What you are asked to do: Copy verbatim the block of lines in the entries below whose first line contains "return line.pieces.reduce((size, piece)" and whose last line contains "const left = x". Leave out all other lines.

Saved data entries:
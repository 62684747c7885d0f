import type { Align, TextBlock } from './blocks.js';
import type { Mark } from './marks.js';
import { signMarks } from './sign-marks.js';
import type { Slug } from './slug.js';
import type { Typeface } from './typeface.js';
import { type SetLine, wrapRuns } from './wrap-runs.js';

export const LEADING = 1.36;
/** Where the baseline stands in a line of this leading: the font's capitals sit in the optical middle. */
const BASELINE_SHARE = 0.73;

export function lineHeight(line: SetLine, sizePt: number, leading = LEADING): number {
  return line.pieces.reduce((size, piece) => Math.max(size, piece.sizePt), sizePt) * leading;
}

/** The marks of one line whose upper edge is at y. */
export function lineMarks(line: SetLine, x: number, y: number, widthPt: number, heightPt: number, align: Align): Mark[] {
  const spare = Math.max(widthPt - line.widthPt, 0);
  const left = x + (align === 'right' ? spare : align === 'center' ? spare / 2 : 0);
  const baseline = y + heightPt * BASELINE_SHARE;
  return line.pieces.flatMap((piece): Mark[] =>
    'sign' in piece
      ? signMarks(piece.sign, left + piece.x, baseline, piece.sizePt)
      : [{ kind: 'text', x: left + piece.x, y: baseline, text: piece.text, sizePt: piece.sizePt, weight: piece.weight, ink: piece.ink, widthPt: piece.widthPt }],
  );
}

/** A slug a line, the first kept with the second so that no line stands alone at the foot of a page. */
export function setText(block: TextBlock, widthPt: number, typeface: Typeface): Slug[] {
  const sizePt = fittingSize(block, widthPt, typeface);
  const all = wrapRuns(block.runs, sizePt, widthPt, typeface);
  const lines = block.maxLines !== undefined && all.length > block.maxLines ? shortened(all, block.maxLines, widthPt, typeface) : all;
  return lines.map((line, index) => {
    const heightPt = lineHeight(line, sizePt, block.leading);
    return {
      heightPt,
      marks: lineMarks(line, 0, 0, widthPt, heightPt, block.align ?? 'left'),
      keepWithNext: block.keepWithNext === true || (index === 0 && lines.length > 1),
    };
  });
}

function fittingSize(block: TextBlock, widthPt: number, typeface: Typeface): number {
  let sizePt = block.sizePt;
  while (block.smallestPt !== undefined && sizePt > block.smallestPt && wrapRuns(block.runs, sizePt, widthPt, typeface).length > 1) {
    sizePt = Math.max(sizePt - 0.5, block.smallestPt);
  }
  return sizePt;
}

const MORE = '…';

/** The first lines, the last of them ending in a sign that there was more. */
function shortened(lines: readonly SetLine[], most: number, widthPt: number, typeface: Typeface): SetLine[] {
  const kept = lines.slice(0, most);
  const last = kept.at(-1);
  const piece = last?.pieces.at(-1);
  if (!last || !piece || !('text' in piece)) return kept;
  const width = (text: string) => typeface.widthOf(text, piece.sizePt, piece.weight);
  let text = piece.text;
  while (text !== '' && piece.x + width(text + MORE) > widthPt) text = [...text].slice(0, -1).join('');
  text += MORE;
  const pieces = [...last.pieces.slice(0, -1), { ...piece, text, widthPt: width(text) }];
  return [...kept.slice(0, -1), { pieces, widthPt: piece.x + width(text) }];
}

Solution for this exercise:
  return line.pieces.reduce((size, piece) => Math.max(size, piece.sizePt), sizePt) * leading;
}

/** The marks of one line whose upper edge is at y. */
export function lineMarks(line: SetLine, x: number, y: number, widthPt: number, heightPt: number, align: Align): Mark[] {
  const spare = Math.max(widthPt - line.widthPt, 0);
  const left = x + (align === 'right' ? spare : align === 'center' ? spare / 2 : 0);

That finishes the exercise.